Thank you Claudia! Your tank is really nice too.


----------



## Luke78 (Apr 24, 2010)

That's a great start, just my thoughts i would try to hide some of those equipment parts with either more driftwood, taller plants , or rock/stone work of some kind.Whats your stocking plans other than discus? Thanks for sharing, keep the updates coming!


----------



## jbyoung00008 (May 16, 2011)

The blue background really brings the tank to life. Looks good.


----------



## melyndaponych (Jul 4, 2012)

Thanks! I'm adding Cardinal Tetras, Neon Tetras, and some rams. I already have a bunch of catfish in there as well.


----------



## Luke78 (Apr 24, 2010)

Melynda,

Some good choices 'tank mate' wise if your heading down the Discus road.There's a topic posted in Freshwater chat you may wanna see and read regarding discus and their requirements, its posted by discuspaul a member here and a lot of that info there will help you out.The tank mate response is a worth a read! Good luck with your stocking!



melyndaponych said:


> Thanks! I'm adding Cardinal Tetras, Neon Tetras, and some rams. I already have a bunch of catfish in there as well.


----------



## melyndaponych (Jul 4, 2012)

*Latest*

Just waiting for the Cardinals and Rams to be finished in the quarantine tank and then it will be time to shop for Discus. :bigsmile:


----------



## Diztrbd1 (Apr 21, 2010)

Wow , the huge plant in the middle is huge, makes a nice center piece. Going to be nice with the selection of fish you've chosen for it


----------



## Luke78 (Apr 24, 2010)

That's quite the sword plant, were you growing it out in another setup ? or purchased it? Hope your cats don't up root it or any of the other plants you got in there.Try moving a few stones or rocks around the root/stem area.I know everyone's setup's are unique and different in many ways but when i had my plants, my cories and plecos redecorated their surroundings to their own liking.


----------



## melyndaponych (Jul 4, 2012)

Luke78 said:


> That's quite the sword plant, were you growing it out in another setup ? or purchased it? Hope your cats don't up root it or any of the other plants you got in there.Try moving a few stones or rocks around the root/stem area.I know everyone's setup's are unique and different in many ways but when i had my plants, my cories and plecos redecorated their surroundings to their own liking.
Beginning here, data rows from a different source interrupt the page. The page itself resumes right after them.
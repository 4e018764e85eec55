package evensun.device;

import static org.assertj.core.api.Assertions.assertThat;
import static org.assertj.core.api.Assertions.within;

import evensun.light.Spectra;
import evensun.light.Spectrum;
import evensun.light.WavelengthGrid;
import evensun.result.Electrical;
import evensun.result.Electrical.LadderStep;
import evensun.result.Electrical.MismatchPoint;
import evensun.result.Outcome.Spectral;
import evensun.result.Outcome.SubcellOutcome;
import evensun.scenario.Connection;
import java.util.ArrayList;
import java.util.Arrays;
import java.util.LinkedHashMap;
import java.util.List;
import java.util.Map;
import java.util.Random;
import org.junit.jupiter.api.Test;
import org.junit.jupiter.params.ParameterizedTest;
import org.junit.jupiter.params.provider.EnumSource;

class LadderTest {

  private static final Spectrum GLOBAL = Spectra.named("AM1.5G");
  private static final WavelengthGrid GRID = WavelengthGrid.of(300, 1200, 5);

  /** Random optics that keep the ledger: shares of two absorbers, one parasitic layer, R and T. */
  private static DeviceOptics optics(Random random) {
    double[] bins = GLOBAL.binsMaPerCm2(GRID);
    Map<String, List<Double>> rows = new LinkedHashMap<>();
    double[][] share = new double[5][bins.length];
    for (int w = 0; w < bins.length; w++) {
      double sum = 0;
      for (double[] row : share) {
        row[w] = random.nextDouble();
        sum += row[w];
      }
      for (double[] row : share) {
        row[w] /= sum;
      }
    }
    rows.put("contact", boxed(share[0]));
    rows.put("upper", boxed(share[1]));
    rows.put("lower", boxed(share[2]));
    List<SubcellOutcome> subcells = new ArrayList<>();
    for (int s = 1; s <= 2; s++) {
      double current = 0;
      for (int w = 0; w < bins.length; w++) {
        current += bins[w] * share[s][w];
      }
      String layer = s == 1 ? "upper" : "lower";
      subcells.add(new SubcellOutcome("s" + s, List.of(layer), null, current, null, null));
    }
    Spectral spectral =
        new Spectral(
            boxed(GRID.wavelengthNm()), boxed(bins), boxed(share[3]), boxed(share[4]), rows);
    return DeviceOptics.of(spectral, subcells);
  }

  private static List<Double> boxed(double[] values) {
    return Arrays.stream(values).boxed().toList();
  }

  private static List<SubcellParameters> subcells(double coupling) {
    return List.of(
        SubcellParameters.ideal("s1", 1.68)
            .withRecombination(0.02, 1.5)
            .withShunt(900)
            .withCollection(0.95)
            .withCoupling(coupling),
        SubcellParameters.ideal("s2", 1.12).withRecombination(0.01, 1));
  }

  private static double sum(List<LadderStep> ladder) {
    return ladder.stream().mapToDouble(LadderStep::efficiencyPercent).sum();
  }

  /** Witness: the device's own efficiency and the ledger of the light. */
  @ParameterizedTest
  @EnumSource(Connection.class)
  void stepsAddUpToTheDevice(Connection connection) {
    Random random = new Random(9);
    for (int i = 0; i < 20; i++) {
      DeviceOptics optics = optics(random);
      Electrical found =
          DeviceModel.of(
                  subcells(i % 2 == 0 ? 0 : 0.3),
                  DeviceParameters.of(connection).withSeriesResistance(2),
                  GLOBAL)
              .analyse(optics)
              .electrical();
      assertThat(sum(found.ladder())).isCloseTo(found.efficiencyPercent(), within(1e-12));
      double current =
          found.ladder().stream()
              .filter(step -> step.maPerCm2() != null)
              .mapToDouble(LadderStep::maPerCm2)
              .sum();
      var cells = found.subcells();
      double first = cells.get(0).collectedMaPerCm2();
      double second = cells.get(1).collectedMaPerCm2();
      double expected =
          connection == Connection.SERIES ? 2 * Math.min(first, second) : first + second;
      assertThat(current).isCloseTo(expected, within(1e-9));
    }
  }

  /** Witness: the detailed-balance limit itself, computed apart from the ladder. */
  @Test
  void startsAtTheLimitOfTheGaps() {
    Electrical limit =
        DetailedBalanceTest.ideal(GLOBAL, DeviceParameters.of(Connection.INDEPENDENT), 1.68, 1.12);
    List<LadderStep> ladder =
        DeviceModel.of(subcells(0), DeviceParameters.of(Connection.SERIES), GLOBAL)
            .analyse(optics(new Random(1)))
            .electrical()
            .ladder();
    assertThat(ladder.get(0).efficiencyPercent())
        .isCloseTo(limit.efficiencyPercent(), within(1e-9));
    assertThat(ladder)
        .extracting(LadderStep::label)
        .containsExactly(
            "detailed-balance limit of these gaps",
            "light outside the grid",
            "incomplete absorption",
            "parasitic absorption in contact",
            "reflection",
            "mismatch",
            "non-radiative recombination",
            "incomplete collection",
            "series and shunt resistance");
  }

  /** Witness: the photon current outside the grid, straight from the spectrum. */
  @Test
  void lightOutsideTheGridIsItsPhotonCurrent() {
    List<LadderStep> ladder =
        DeviceModel.of(subcells(0), DeviceParameters.of(Connection.INDEPENDENT), GLOBAL)
            .analyse(optics(new Random(1)))
            .electrical()
            .ladder();
    assertThat(ladder.get(1).maPerCm2())
        .isCloseTo(-GLOBAL.photonCurrentMaPerCm2(0, 300), within(1e-9));
  }

  /** Witness: the fill factor of ideal diodes is smallest near matching (from memory). */
  @Test
  void mismatchRaisesTheFillFactor() {
    List<SubcellParameters> ideal =
        List.of(SubcellParameters.ideal("top", 1.68), SubcellParameters.ideal("bottom", 1.12));
    List<MismatchPoint> cost =
        DeviceModel.of(ideal, DeviceParameters.of(Connection.SERIES), GLOBAL)
            .analyse(DeviceOptics.ofCurrents(20, 20))
            .electrical()
            .mismatchCost();
    MismatchPoint least = cost.get(0);
    MismatchPoint best = cost.get(0);
    for (MismatchPoint point : cost) {
      least = point.fillFactor() < least.fillFactor() ? point : least;
      best = point.efficiencyPercent() > best.efficiencyPercent() ? point : best;
    }
    assertThat(Math.abs(least.differenceMaPerCm2())).isLessThan(0.5);
    assertThat(Math.abs(best.differenceMaPerCm2())).isLessThan(0.5);
    assertThat(cost.get(0).fillFactor()).isGreaterThan(least.fillFactor() + 0.01);
    assertThat(cost.get(cost.size() - 1).fillFactor()).isGreaterThan(least.fillFactor() + 0.01);
  }
}
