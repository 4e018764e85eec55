package evensun.search.proof;

import evensun.search.problem.Candidate;
import evensun.search.problem.Individual;
import evensun.search.problem.Judges;
import evensun.search.problem.Numbers;
import evensun.search.problem.Objective;
import evensun.search.problem.SearchInterruptedException;
import evensun.search.problem.Space;
import evensun.search.problem.Tally;
import evensun.search.problem.Variable;
import evensun.search.refine.Refiner;
import java.util.List;
import java.util.OptionalDouble;
import java.util.function.BooleanSupplier;

/**
 * What standing on steps costs: a found design against the best one on the same hill that
 * disregards the steps, all other values chosen anew. Choices stay as they are.
 */
public final class StepCost {

  private StepCost() {}

  /**
   * The cost in the unit of the first aim, never negative.
   *
   * @param best a design that keeps all limits
   * @param threads number of threads, changes the time only
   * @param evaluations roughly the most it may evaluate
   * @param cancelled asked before every evaluation, from any thread
   * @return empty when nothing stands on steps, when a tie-break had a say, or when cancelled
   */
  public static OptionalDouble of(
      Objective objective,
      Candidate best,
      int threads,
      int evaluations,
      BooleanSupplier cancelled) {
    boolean stepped = objective.variables().stream().anyMatch(v -> v.step() > 0 && !v.isChoice());
    if (!stepped || objective.tieResolution() > 0) {
      return OptionalDouble.empty();
    }
    Objective free = new WithoutSteps(objective);
    Space space = new Space(free.variables());
    Individual start = new Individual(0, Numbers.list(space.genes(best.toArray())), best.verdict());
    try (Judges judges = new Judges(free, threads, cancelled)) {
      double relaxed =
          new Refiner(space, judges, free.limits().size(), 0)
                  .refine(
                      List.of(start),
                      Double.NEGATIVE_INFINITY,
                      evaluations,
                      new Tally(0, List.of()))
                  .stream()
                  .filter(Individual::isFeasible)
                  .mapToDouble(i -> i.verdict().aims().get(0))
                  .max()
                  .orElse(best.aim());
      return OptionalDouble.of(Math.max(0, relaxed - best.aim()));
    } catch (SearchInterruptedException interrupted) {
      return OptionalDouble.empty();
    }
  }

  /** The same objective, its numbers free of their steps. */
  private record WithoutSteps(Objective inner) implements Objective {

    @Override
    public List<Variable> variables() {
      return inner.variables().stream().map(v -> v.isChoice() ? v : v.withoutSteps()).toList();
    }

    @Override
    public List<String> aims() {
      return inner.aims();
    }

    @Override
    public List<String> limits() {
      return inner.limits();
    }

    @Override
    public Worker newWorker() {
      return inner.newWorker();
    }
  }
}
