package evensun.report.section;

import evensun.report.chart.Axis;
import evensun.report.chart.Chart;
import evensun.report.chart.Kind;
import evensun.report.chart.Series;
import evensun.report.decision.GridWords;
import evensun.report.page.Block;
import evensun.report.page.Section;
import evensun.report.page.Table;
import evensun.report.text.Keys;
import evensun.report.text.Numbers;
import evensun.result.RunResult;
import evensun.result.SearchRecord;
import evensun.result.SearchRecord.ConstraintRecord;
import evensun.result.SearchRecord.Front;
import evensun.result.SearchRecord.Generation;
import evensun.result.SearchRecord.Optimum;
import evensun.result.SearchRecord.VariableRecord;
import java.util.ArrayList;
import java.util.List;
import java.util.Optional;

/** How the search found it. */
public final class SearchSection {

  private static final double LEAST_SHOWN = 5e-4;

  private SearchSection() {}

  /** The section; absent when nothing was searched. */
  public static Optional<Section> of(RunResult result) {
    SearchRecord search = result.search();
    if (search == null) {
      return Optional.empty();
    }
    List<Block> blocks = new ArrayList<>();
    blocks.add(new Block.Prose(story(search)));
    search.notes().forEach(note -> blocks.add(new Block.Prose(spoken(search, note))));
    stepCost(search).ifPresent(text -> blocks.add(new Block.Prose(text)));
    GridWords.of(search).ifPresent(text -> blocks.add(new Block.Prose(text + ".")));
    if (search.history().size() > 1 && search.front() == null) {
      blocks.add(Tables.plot(convergence(search)));
    }
    if (search.optima().size() > 1) {
      blocks.add(new Block.Grid(optima(search), false));
    }
    if (!search.constraints().isEmpty()) {
      blocks.add(new Block.Grid(constraints(search), false));
    }
    Front front = search.front();
    if (front != null && front.points().size() > 1 && front.aims().size() > 1) {
      blocks.addAll(FrontBlocks.of(search, front));
    }
    return Optional.of(new Section("search", "Search", heading(search), blocks));
  }

  /** A remark with its keys in words. */
  private static String spoken(SearchRecord search, String note) {
    String text = note;
    for (VariableRecord variable : search.variables()) {
      text = text.replace(variable.key(), Keys.words(variable.key()));
    }
    return text;
  }

  private static String heading(SearchRecord search) {
    String tried = Numbers.count(search.evaluations(), "evaluation");
    return switch (search.stopped()) {
      case "converged" -> "The search converged after " + tried;
      case "evaluations" -> "The search spent its budget of " + tried;
      case "time" -> "The search ran out of time after " + tried;
      case "interrupted" -> "The search was interrupted after " + tried;
      default -> "The search stopped after " + tried + ": " + search.stopped();
    };
  }

  private static String story(SearchRecord search) {
    StringBuilder text = new StringBuilder("Aim: ");
    text.append("smallest".equals(search.wanted()) ? "smallest " : "")
        .append(Keys.aim(search.aim()));
    Double drawn = search.aimAsDrawn();
    if (drawn != null) {
      text.append(", as drawn ").append(Numbers.quantity(drawn, search.aimUnit()));
    }
    text.append(", found ").append(Numbers.quantity(search.aimFound(), search.aimUnit()));
    text.append(". ").append(Numbers.count(search.generations(), "generation"));
    Double refinement = search.refinementGain();
    if (refinement != null && refinement >= LEAST_SHOWN) {
      text.append("; the local refinement at the end added ")
          .append(Numbers.withUnit(Numbers.fixed(refinement, 3), search.aimUnit()));
    }
    if (search.failures() > 0) {
      text.append("; ")
          .append(Numbers.count(search.failures(), "design"))
          .append(" could not be evaluated");
    }
    return text.append('.').toString();
  }

  private static Optional<String> stepCost(SearchRecord search) {
    return Optional.ofNullable(search.stepCost())
        .map(
            cost ->
                "Standing on the steps of the tool costs "
                    + Numbers.withUnit(
                        cost < LEAST_SHOWN ? "less than 0.001" : Numbers.fixed(cost, 3),
                        search.aimUnit())
                    + " against the best design nearby that disregards them.");
  }

  private static Chart convergence(SearchRecord search) {
    List<Generation> history = search.history();
    List<Double> xs = history.stream().map(g -> (double) g.evaluations()).toList();
    List<Double> best = history.stream().map(Generation::best).toList();
    List<Double> mean = history.stream().map(Generation::mean).toList();
    double high = best.stream().mapToDouble(Double::doubleValue).max().orElse(1);
    double low = Math.min(lowest(best), lowest(mean));
    double margin = Math.max(1e-3, (high - low) * 0.08);
    Axis x = Axis.linear("designs evaluated", "", 0, xs.get(xs.size() - 1));
    Axis y = Axis.covering(Keys.aim(search.aim()), search.aimUnit(), low, high + margin / 4);
    List<Series> series =
        List.of(
            Series.of("best so far", "ink", best),
            Series.of("mean of the generation", "muted", mean));
    String title = "Convergence: within 0.1 % of the aim found from generation " + arrival(search);
    return new Chart("convergence", Kind.LINES, title, x, y, xs, series, List.of());
  }

  private static double lowest(List<Double> values) {
    return values.stream().mapToDouble(Double::doubleValue).min().orElse(0);
  }

  private static String arrival(SearchRecord search) {
    double close = Math.abs(search.aimFound()) * 1e-3;
    int first = 0;
    while (first < search.history().size()
        && Math.abs(search.history().get(first).best() - search.aimFound()) > close) {
      first++;
    }
    int last = search.history().size();
    return Math.min(first + 1, last) + " of " + last;
  }

  private static Table optima(SearchRecord search) {
    Table.Builder table =
        new Table.Builder("table-optima", "Distinct designs found, best first")
            .words("design")
            .numbers(Keys.aim(search.aim()), search.aimUnit());
    DesignColumns columns =
        new DesignColumns(
            search,
            search.optima().stream().map(Optimum::values).toList(),
            search.optima().stream().map(Optimum::choices).toList());
    columns.addTo(table);
    for (int i = 0; i < search.optima().size(); i++) {
      Optimum optimum = search.optima().get(i);
      List<String> cells = new ArrayList<>();
      cells.add(i == 0 ? "found" : Integer.toString(i + 1));
      cells.add(Numbers.bare(optimum.aim(), search.aimUnit()));
      cells.addAll(columns.cells(optimum.values(), optimum.choices()));
      table.row(cells);
    }
    return table.build();
  }

  private static Table constraints(SearchRecord search) {
    Table.Builder table =
        new Table.Builder("table-constraints", "Limits kept")
            .words("limit")
            .numbers("at the found design", "")
            .words("state");
    for (ConstraintRecord c : search.constraints()) {
      table.row(
          c.text(),
          Numbers.significant(c.value(), 4),
          c.active() ? "active: it holds the design" : "slack");
    }
    return table.build();
  }
}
We purchased the sword plant along with another larger one which is going into a hexagon community tank. Thanks for the advice about the rocks. I will keep an eye on my cories.


----------



## melyndaponych (Jul 4, 2012)

*YEAH!!!!! Discus Finally *

6 new Discus today! Thank you Rick from Canadian Aqua Farm! :bigsmile:


----------



## Diztrbd1 (Apr 21, 2010)

Congrats! Ricks Discus are the best and great guy he is! So I thought the pix were far too good to have to look at sideways lol and it hurt my neck so I made some quick copies and up-righted them for you. Hope you don't mind


----------



## macframalama (Apr 17, 2012)

thanks for fixing the pics john much nicer lol, pretty fish.. 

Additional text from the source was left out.